> Problem description: Please give the count of lines below with the string "enumerate" in them, and no other words.

---+---

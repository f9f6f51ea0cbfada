"""How bellows move, pull and breathe against the vacuum inside them."""

from __future__ import annotations

from collections.abc import Sequence
from dataclasses import dataclass

from matplotlib.axes import Axes
from matplotlib.figure import Figure

from gaitlab.report.style import INK, MUTED, SERIES, bare, new_figure, styled

STYLES = ("-", "--", "-.", ":")


@dataclass(frozen=True)
class BellowsCurve:
    """One type of bellows in the units of the picture: bend [°] or stroke [mm], blocked force [N], swept volume [mL].

    `solid` is the deflection where the convolutions touch.
    """

    name: str
    action: str
    vacuum_kPa: Sequence[float]
    deflection: Sequence[float]
    blocked_force_N: Sequence[float]
    swept_mL: Sequence[float]
    solid: float


def bellows_plot(curves: Sequence[BellowsCurve], title: str) -> Figure:
    """Three panels over gauge vacuum: free motion, force with the end held, volume taken out; one line for each type."""
    with styled():
        figure = new_figure(190, 75)
        motion, force, volume = figure.subplots(1, 3)
        for index, curve in enumerate(curves):
            look = {"color": SERIES[index % len(SERIES)], "ls": STYLES[index % len(STYLES)], "lw": 2}
            motion.plot(curve.vacuum_kPa, curve.deflection, label=curve.name, **look)
            force.plot(curve.vacuum_kPa, curve.blocked_force_N, **look)
            volume.plot(curve.vacuum_kPa, curve.swept_mL, **look)
            _mark_solid(motion, curve)
        _label(motion, _motion_label(curves), "free, no load")
        _label(force, "force of the blocked end (N)", "end held where it was")
        _label(volume, "volume taken out (mL)", "free, no load")
        motion.legend(loc="best")
        figure.suptitle(title, color=INK)
    return figure


def _mark_solid(axes: Axes, curve: BellowsCurve) -> None:
    """A rule where the convolutions touch, if the curve comes near it."""
    if max(curve.deflection) > 0.7 * curve.solid:
        axes.axhline(curve.solid, color=MUTED, lw=0.8, ls=":")
        axes.annotate("solid", (0.0, curve.solid), textcoords="offset points", xytext=(2, 2), color=MUTED)


def _motion_label(curves: Sequence[BellowsCurve]) -> str:
    words = {"bend": "bend (°)", "contract": "stroke (mm)"}
    return " or ".join(dict.fromkeys(words[curve.action] for curve in curves))


def _label(axes: Axes, label: str, title: str) -> None:
    axes.set_xlim(left=0)
    axes.set_ylim(bottom=0)
    axes.set_xlabel("gauge vacuum inside (kPa)")
    axes.set_ylabel(label)
    axes.set_title(title, fontsize=9)
    bare(axes, grid="both")
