@settings(max_examples=25, deadline=None)
@given(levels=layouts(), leaving=st.booleans())
def test_any_layout_keeps_all_identities(flux, levels, leaving):
    nested = nested_grid(levels)
    if leaving:
        nested = nested.placed((-0.45, 0.0, 0.0))  # across the inner wall of the source
    moved = move_flux_nested(flux, nested)
    check_identities(nested, moved)
    for n, a in enumerate(moved):
        for b in moved[:n]:
            if nested.level[n] != nested.level[moved.index(b)]:
                continue
            shared = nested.meeting(n, moved.index(b))
            if shared is not None:
                for axis in range(3):
                    along = tuple(d != axis for d in range(3))
                    one, two = (
                        p[nested.window(m, *shared, along)]
                        for p, m in ((a.faces[axis], n), (b.faces[axis], moved.index(b)))
                    )
                    np.testing.assert_array_equal(one, two)
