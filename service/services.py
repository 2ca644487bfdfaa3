"""What a running application consists of: made when it starts, closed when it ends, handed to every route."""

from __future__ import annotations

import shutil
from collections.abc import Mapping
from dataclasses import dataclass

from service.dispatch import Dispatcher
from service.engine.records import Engine
from service.metrics import Metrics
from service.run import StoreFullError
from service.settings import Settings
from service.store import Store


@dataclass(frozen=True, slots=True)
class Services:
    """The store (the truth), the dispatcher (the work), the figures, the settings."""

    settings: Settings
    store: Store
    dispatcher: Dispatcher
    metrics: Metrics

    @classmethod
    def start(cls, settings: Settings, metrics: Metrics | None = None, engine: Engine | None = None) -> Services:
        """Open the database and begin to solve; raises what the store and the dispatcher raise.

        `engine` may be one that is prepared already; from here on it is closed with the services.
        """
        store = Store(settings.database_url)
        services = cls(settings, store, Dispatcher(store, settings, engine), metrics or Metrics())
        services.metrics.watch("runs", "Runs in each state", "state", services._runs)
        services.metrics.watch("slots", "Slots for runs", "kind", services._slots)
        try:
            services.dispatcher.start()
        except BaseException:
            store.close()
            raise
        return services

    def close(self) -> None:
        """Stop solving; runs in the middle go on at the next start."""
        self.dispatcher.close()
        self.store.close()

    def workers_alive(self) -> int:
        """Workers that stand ready or solve."""
        return self.dispatcher.capacity().alive

    def check_room(self) -> None:
        """Raises `StoreFullError` where the disk has less free space than the reserve."""
        free = shutil.disk_usage(self.settings.data).free
        if free < self.settings.disk_reserve_mb * 2**20:
            raise StoreFullError(f"{free // 2**20} MB are free, {self.settings.disk_reserve_mb} MB are kept in reserve")

    def _runs(self) -> Mapping[str, float]:
        return {state.value: count for state, count in self.store.counts().items()}

    def _slots(self) -> Mapping[str, float]:
        capacity = self.dispatcher.capacity()
        return {"all": capacity.slots, "free": capacity.free, "alive": capacity.alive}
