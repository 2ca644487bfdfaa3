"""What the pages assume of the installed plotting script."""

from __future__ import annotations

from web.assets import asset
from web.plotly_assets import GLOBAL_SHEET, SCRIPT, placeholder_ids


def test_the_script_still_looks_for_the_sheet_that_the_page_gives_it():
    text = asset(SCRIPT).read_text(encoding="utf-8")
    prefix, name = GLOBAL_SHEET.rsplit("-", 1)
    assert f'"{prefix}-"+' in text and f'"{name}"' in text


def test_every_style_that_the_script_makes_by_itself_is_kept_back():
    """Were one missed, the content security policy would refuse it and each page would complain on the console."""
    text = asset(SCRIPT).read_text(encoding="utf-8")
    styles = text.count('createElement("style")')
    by_sheet = text.count(f'"{GLOBAL_SHEET.rsplit("-", 1)[0]}-"+') // 2  # one place makes it, one removes it
    assert len(placeholder_ids()) == styles - by_sheet > 0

---+---

> Solution to this problem: 2